_Exercise requirements_: Check every line of the data below for the word "larger", then give only the number of lines that have it.
%%
/// The mean of the values of ranks `low` and `high` (equal, or `high` =
/// `low` + 1) among at most [`COUNTING_MAX_VALUES`] finite values, as
/// [`value_of_rank`] gives it, without a selection's mispredicted branches:
/// the value of rank r is the largest value with at most r values smaller
/// than it (any larger value has all values up to rank r below it), and
/// with AVX-512 every value's count of smaller ones is kept in a lane and
/// built up by one vector compare per 16 values.
///
/// # Safety
/// The CPU supports AVX-512F.
#[cfg(target_arch = "x86_64")]
#[target_feature(enable = "avx512f")]
unsafe fn middle_by_counting_avx512(values: &[f32], low: usize, high: usize) -> f64 {
    use std::arch::x86_64::*;
    debug_assert!(values.len() <= COUNTING_MAX_VALUES && high < values.len());
    let parts = values.len().div_ceil(16);
    // The padding lanes count smaller values too but are not counted by
    // others: one with at most r values smaller than it is still no larger
    // than the value of rank r, so it never changes the answer.
    let mut row = [0.0f32; COUNTING_MAX_VALUES];
    row[..values.len()].copy_from_slice(values);
    // SAFETY: each load reads 16 of the row's values.
    let candidates: [__m512; COUNTING_MAX_VALUES / 16] =
        std::array::from_fn(|k| unsafe { _mm512_loadu_ps(row.as_ptr().add(16 * k)) });
    let mut smaller = [_mm512_setzero_si512(); COUNTING_MAX_VALUES / 16];
    let one = _mm512_set1_epi32(1);
    for &v in values {
        let v_lanes = _mm512_set1_ps(v);
        for k in 0..parts {
            let is_smaller = _mm512_cmp_ps_mask::<_CMP_LT_OQ>(v_lanes, candidates[k]);
            smaller[k] = _mm512_mask_add_epi32(smaller[k], is_smaller, smaller[k], one);
        }
    }
    let value_of_rank = |rank: usize| -> f32 {
        let rank = _mm512_set1_epi32(rank as i32);
        (0..parts)
            .map(|k| {
                let at_most = _mm512_cmple_epi32_mask(smaller[k], rank);
                _mm512_mask_reduce_max_ps(at_most, candidates[k])
            })
            .fold(f32::NEG_INFINITY, f32::max)
    };
    0.5 * (value_of_rank(low) as f64 + value_of_rank(high) as f64)
}

/// How a set of finite values falls around a window `[lo, hi]`: the counts
/// below and above it, and the values inside it, copied in their order to
/// the front of a buffer.
#[derive(Debug, PartialEq, Eq)]
struct WindowSplit {
    below: usize,
    above: usize,
    inside: usize,
}

impl WindowSplit {
    /// Room the buffer needs beyond the values' count (whole vector stores).
    const SLACK: usize = 16;

    /// The split on this CPU: [`WindowSplit::run_avx512`] where it runs,
    /// [`WindowSplit::run_portable`] elsewhere (the same split).
    fn run(values: &[f32], lo: f32, hi: f32, kept: &mut [f32]) -> WindowSplit {
        assert!(kept.len() >= values.len() + Self::SLACK);
        #[cfg(target_arch = "x86_64")]
        if std::is_x86_feature_detected!("avx512f") && std::is_x86_feature_detected!("popcnt") {
            // SAFETY: the CPU supports AVX-512F and POPCNT (checked just above); `kept` has the room (asserted).
            return unsafe { Self::run_avx512(values, lo, hi, kept) };
        }
        Self::run_portable(values, lo, hi, kept)
    }

    /// One value at a time; `kept` holds at least `values.len()` values.
    #[inline(always)]
    fn run_portable(values: &[f32], lo: f32, hi: f32, kept: &mut [f32]) -> WindowSplit {
        let (mut below, mut above, mut inside) = (0, 0, 0);
        for &v in values {
            // Written always, kept when inside: no branch to mispredict.
            kept[inside] = v;
            let (is_below, is_above) = (v < lo, v > hi);
            below += usize::from(is_below);
            above += usize::from(is_above);
            inside += usize::from(!is_below && !is_above);
        }
        WindowSplit { below, above, inside }
    }

    /// 16 values at a time through compare masks and a compress: the same
    /// split as [`WindowSplit::run_portable`].
    ///
    /// # Safety
    /// The CPU supports AVX-512F and POPCNT, and `kept.len() >= values.len() + SLACK`.
    #[cfg(target_arch = "x86_64")]
    #[target_feature(enable = "avx512f,popcnt")]
    #[inline]
    unsafe fn run_avx512(values: &[f32], lo: f32, hi: f32, kept: &mut [f32]) -> WindowSplit {
        use std::arch::x86_64::*;
        let (low, high) = (_mm512_set1_ps(lo), _mm512_set1_ps(hi));
        let (mut below, mut above, mut inside) = (0, 0, 0);
        for start in (0..values.len()).step_by(16) {
            let lanes = (values.len() - start).min(16);
            let valid: __mmask16 = if lanes == 16 { !0 } else { (1 << lanes) - 1 };
            // SAFETY: the masked load reads only the `lanes` values from `start` on.
            let v = unsafe { _mm512_maskz_loadu_ps(valid, values.as_ptr().add(start)) };
            let is_below = _mm512_mask_cmp_ps_mask::<_CMP_LT_OQ>(valid, v, low);
            let is_above = _mm512_mask_cmp_ps_mask::<_CMP_GT_OQ>(valid, v, high);
            let is_inside = valid & !is_below & !is_above;
            // SAFETY: inside ≤ start, so the 16 values stored end before values.len() + SLACK ≤ kept.len().
            unsafe { _mm512_storeu_ps(kept.as_mut_ptr().add(inside), _mm512_maskz_compress_ps(is_inside, v)) };
            below += is_below.count_ones() as usize;
            above += is_above.count_ones() as usize;
            inside += is_inside.count_ones() as usize;
        }
        WindowSplit { below, above, inside }
    }
}

/// MAD noise estimate σ̂ = median(|x|)/Φ⁻¹(0.75), reordering `values`.
pub fn mad_sigma(values: &mut [f32]) -> f64 {
    median_abs(values) / NORMAL_MAD_CONSTANT
}

/// [`mad_sigma`] of each of `n_channels` channels over every frame of a
/// packed range (µV = (stored − offset) × gain), equal to it on the
/// decoded µV, but counted rather than selected: a byte holds one of 255
/// values, so a channel's values are a count per byte value plus its few
/// exception records, and the middle ranks are found by walking those in
/// order of |µV|. Counted in parallel over runs of frames (sums of counts,
/// so the thread count does not matter).
pub fn packed_mad_sigmas(range: PackedRange, n_channels: usize, gain: f64, offset: f64) -> Vec<f64> {
    use rayon::prelude::*;
    const FRAMES_PER_TASK: usize = 2048;
    let n = n_channels.max(1);
    let n_frames = range.len() / n;
    let tallies = (0..n_frames)
        .step_by(FRAMES_PER_TASK)
        .collect::<Vec<_>>()
        .into_par_iter()
        .map(|from| {
            let values = from * n..(from + FRAMES_PER_TASK).min(n_frames) * n;
            let mut counts = vec![0u32; 256 * n];
            for row in range.bytes[values.clone()].chunks_exact(n) {
                for (c, &byte) in row.iter().enumerate() {
                    counts[256 * c + usize::from(byte)] += 1;
                }
            }
            let mut exceptions = Vec::new();
            range.visit_exceptions(values, |index, value| exceptions.push((index % n, value)));
            (counts, exceptions)
        })
        .collect::<Vec<(Vec<u32>, Vec<(usize, i16)>)>>();
    let mut counts = vec![0u32; 256 * n];
    let mut exceptions: Vec<Vec<f32>> = vec![Vec::new(); n];
    let microvolts = |stored: i16| stored_microvolts(stored, gain, offset).abs();
    for (task_counts, task_exceptions) in tallies {
        counts.iter_mut().zip(task_counts).for_each(|(sum, count)| *sum += count);
        for (c, value) in task_exceptions {
            exceptions[c].push(microvolts(value));
        }
    }
    (0..n_channels)
        .map(|c| {
            let bytes = (0..=u8::MAX).filter(|&byte| byte != SENTINEL);
            let mut levels: Vec<(f32, u32)> = bytes
                .map(|byte| (microvolts(i16::from(byte as i8)), counts[256 * c + usize::from(byte)]))
                .filter(|&(_, count)| count > 0)
                .chain(exceptions[c].iter().map(|&v| (v, 1)))
                .collect();
            levels.sort_unstable_by(|a, b| finite_order(&a.0, &b.0));
            let total: u64 = levels.iter().map(|&(_, count)| u64::from(count)).sum();
            // The value of rank r: the level whose counts reach past r.
            let rank = |r: u64| {
                let mut below = 0;
                levels.iter().find(|&&(_, count)| {
                    below += u64::from(count);
                    below > r
                })
            };
            let median = match (rank(total / 2), total % 2) {
                (None, _) => f64::NAN,
                (Some(&(upper, _)), 1) => f64::from(upper),
                (Some(&(upper, _)), _) => {
                    0.5 * (f64::from(rank(total / 2 - 1).map_or(upper, |l| l.0)) + f64::from(upper))
                }
            };
            median / NORMAL_MAD_CONSTANT
        })
        .collect()
}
%%
_Final answer_: 2